Malvern's brave Jane completes 60th birthday skydive raises Brain Tumour Research funds - The Malvern Observer

Malvern's brave Jane completes 60th birthday skydive raises Brain Tumour Research funds

Malvern Editorial 17th Sep, 2020 Updated: 17th Sep, 2020   0

A MALVERN woman celebrated her 60th birthday by jumping 13,000ft out of a plane to raise funds to help find a cure for brain tumours.

Jane Godfrey’s challenge at Hinton-in-the-Hedges airfield near Brackley, Northamptonshire, was inspired by three people living with the devastating disease.

Among them was Ben Lindon from Ledbury who was diagnosed with an inoperable brain tumour 12 years ago, aged 29.

He has had radiotherapy and over 100 cycles of chemotherapy, yet, despite his condition, he has taken on a number of gruelling challenges to raise funds for the charity Brain Tumour Research.


They included running the London Marathon, climbing the Three Peaks, cycling from John O’Groats to Land’s End and kayaking 100km down the River Wye whilst on his 100th cycle of chemotherapy.

Ben has seizures as a result of his brain tumour and has twice had to undergo intensive rehabilitation after they led to massive strokes. His latest has meant him moving into sheltered housing and relying on a wheelchair and mobility scooter to get around.

Against all the odds, Ben fathered two children, Martha and Sidney, now eight (tomorrow) and six respectively. He needs someone to help him look after them when they come to visit him and relies on Jane, when other family members cannot be present.

Jane said: “Ben is amazing, so positive and inspiring. I am really happy to be raising money for the same amazing charity.

“As well as Ben, my friend’s daughter Sarah has recently been diagnosed with a brain tumour and I have another friend whose son Charlie was diagnosed with a high-grade brain tumour, aged five.

“He endured several craniotomies, followed by intensive treatment in the form of radiotherapy and chemotherapy.

“It has been horrendous watching Charlie going through this but he is a little fighter. The drugs used have not changed in 50 years, sadly due to a lack of investment in research.”

Jane’s 60th birthday was on March 11 and her jump was originally scheduled for March 21 but it fell victim to the pandemic.

“The next date was put off due to high winds so I thought third time lucky.

“I arrived at the airfield and was harnessed up and walking to the plane when the heavens opened and torrential rain put a spanner in the works once again.”

Jane’s jump finally went ahead on September 11.

“It was such an amazing experience.

“Most of my friends and family thought I was totally bonkers and when I was sat on the edge of the plane waiting to jump, I thought that maybe they were right!

“My feelings of uncertainty soon dissipated once the parachute opened and I witnessed fluffy white clouds and fantastic views.

“I even had control of the parachute myself for part of the descent.

“On landing all I could say was ‘amazing, amazing, amazing. I would happily do it again.

“I am delighted so many people have donated – I have more than exceeded my target of £1,000.

“We desperately need to find more effective treatments and ultimately a cure for this terrible disease.”

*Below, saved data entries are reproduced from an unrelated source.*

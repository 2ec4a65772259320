// Stage: the gate's on/off delay difference calibrated from the run (delay-fit.ts), the rig's assumed value as a prior.
import type { Warning } from '../warning.ts';
import type { Rig } from '../../../protocol/rig.ts';
import { amplitudeSlopePerTransit, fitDelayDifference, gateDelay, withWidthTerm, type DelayFit, type GateDelay } from '../delay-fit.ts';
import { amplitudeFromTransit, blockHalfAngle } from '../transit-amplitude.ts';
import { fillPeriodAmplitudes } from './amplitudes.ts';
import type { SequencedPasses } from '../passes.ts';
import { periodAmplitude } from './amplitudes.ts';
import type { Periods } from './periods.ts';
import { reduceToZeroAmplitude, type Reduction } from './reduction.ts';

/** The assumed delay difference: 0 ± u (s). */
export interface DelayPrior {
  readonly s: number;
  readonly u: number;
}

/**
 * Fits Δ from periods and amplitudes solved at `delta0` (`amp` per pass, `pAmp` per usable period, `keep` the periods
 * to use), ω0 = 2π/T0 and the block half-angle φb.
 */
export function delayFitAt(p: SequencedPasses, per: Periods, amp: ArrayLike<number>, pAmp: ArrayLike<number>, keep: ArrayLike<number>, phiB: number, omega0: number, delta0: number): DelayFit | null {
  const slope = new Float64Array(p.t.length).fill(NaN);
  for (let c = 0; c < slope.length; c++) if (Number.isFinite(amp[c]!)) slope[c] = amplitudeSlopePerTransit(p.transit[c]! + delta0, phiB, omega0);
  const pSlope = new Float64Array(per.ends.length);
  for (let k = 0; k < pSlope.length; k++) {
    const c = per.ends[k]!;
    pSlope[k] = periodAmplitude(slope, per.start[c]!, per.mid[c]!, c);
  }
  return fitDelayDifference(per.P, pAmp, pSlope, keep, delta0);
}

/** The delay stage on a reduction solved at Δ = `at`: null without a rig or without periods (nothing to calibrate). */
export function calibrateDelay(p: SequencedPasses, per: Periods, red: Reduction, rig: Rig | null, prior: DelayPrior, at: number): GateDelay | null {
  if (!rig || red.T0mean === null) return null;
  return gateDelay(delayFitAt(p, per, red.amp, red.pAmp, red.keep, red.phiB, (2 * Math.PI) / red.T0mean, at), prior.s, prior.u);
}

/**
 * The reduction with the delay calibrated: reduced at the prior, Δ fitted, reduced again at Δ, and Δ refitted there
 * until it stays within a tenth of its uncertainty (the line is exact only at its trial Δ: at 45° a 40 µs
 * difference fitted in one step reads 1.3 µs short).
 */
export function reduceWithDelay(p: SequencedPasses, per: Periods, rig: Rig | null, prior: DelayPrior): { reduction: Reduction; delay: GateDelay | null } {
  let reduction = reduceToZeroAmplitude(p, per, rig, prior.s);
  let at = prior.s;
  let delay = calibrateDelay(p, per, reduction, rig, prior, at);
  for (let i = 0; i < 4 && delay && Math.abs(delay.difference_s - at) > 0.1 * delay.difference_u_s; i++) {
    at = delay.difference_s;
    reduction = reduceToZeroAmplitude(p, per, rig, at);
    delay = calibrateDelay(p, per, reduction, rig, prior, at);
  }
  if (delay && rig && delay.statistical_u_s > 0) {
    const w = rig.flag_width_m;
    delay = withWidthTerm(delay, delayAtWidth(p, per, reduction, rig, prior, w + rig.flag_width_u_m, at) - delayAtWidth(p, per, reduction, rig, prior, w, at));
  }
  return { reduction, delay };
}

/**
 * Δ fitted with flag width `w` on an even subsample of ≤ ~4000 periods (two steps from `at`): the flag width's
 * error is taken by the fit for a delay (both bias the amplitudes), so Δ carries that term.
 */
function delayAtWidth(p: SequencedPasses, per: Periods, red: Reduction, rig: Rig, prior: DelayPrior, w: number, at: number): number {
  const phiB = blockHalfAngle(w, rig.length_m);
  const omega0 = (2 * Math.PI) / red.T0mean!;
  const stride = Math.max(1, Math.floor(per.ends.length / 4000));
  const keep = new Uint8Array(per.ends.length);
  for (let k = 0; k < keep.length; k += stride) keep[k] = red.keep[k]!;
  const amp = new Float64Array(p.t.length).fill(NaN);
  const pAmp = new Float64Array(per.ends.length).fill(NaN);
  let delta = at;
  for (let i = 0; i < 2; i++) {
    const dl = delta;
    fillPeriodAmplitudes(per, p.index, (c) => amplitudeFromTransit(p.transit[c]! + dl, phiB, omega0), amp, pAmp, stride);
    const g = gateDelay(delayFitAt(p, per, amp, pAmp, keep, phiB, omega0, dl), prior.s, prior.u);
    delta = g.difference_s;
  }
  return delta;
}

/** The warning when the run cannot calibrate the delay (its amplitude range is too narrow); words in host/output/warning-words.ts. */
export function delayWarnings(d: GateDelay | null): Warning[] {
  if (!d || d.source === 'run') return [];
  return [{ kind: 'gate-delay-prior', run_s: d.run_u_s !== null ? d.run_s : null, run_u_s: d.run_u_s, prior_s: d.prior_s, prior_u_s: d.prior_u_s }];
}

Brain tumours kill more children and adults under the age of 40 than any other cancer, yet historically just 1 per cent of the national spend on cancer research has been allocated to this devastating disease.

Melanie Tiley, community development manager at Brain Tumour Research, said: “We are very grateful to Jane for her support and congratulate her on her courage to jump out of a plane as part of her 60th birthday celebrations.”

Brain Tumour Research funds sustainable research at dedicated centres in the UK.

It also campaigns for the Government and the larger cancer charities to invest more in research into brain tumours in order to speed up new treatments for patients and, ultimately, to find a cure.

The charity is calling for a national annual spend of £35 million in order to improve survival rates and patient outcomes in line with other cancers such as breast cancer and leukaemia and is also campaigning for greater repurposing of drugs.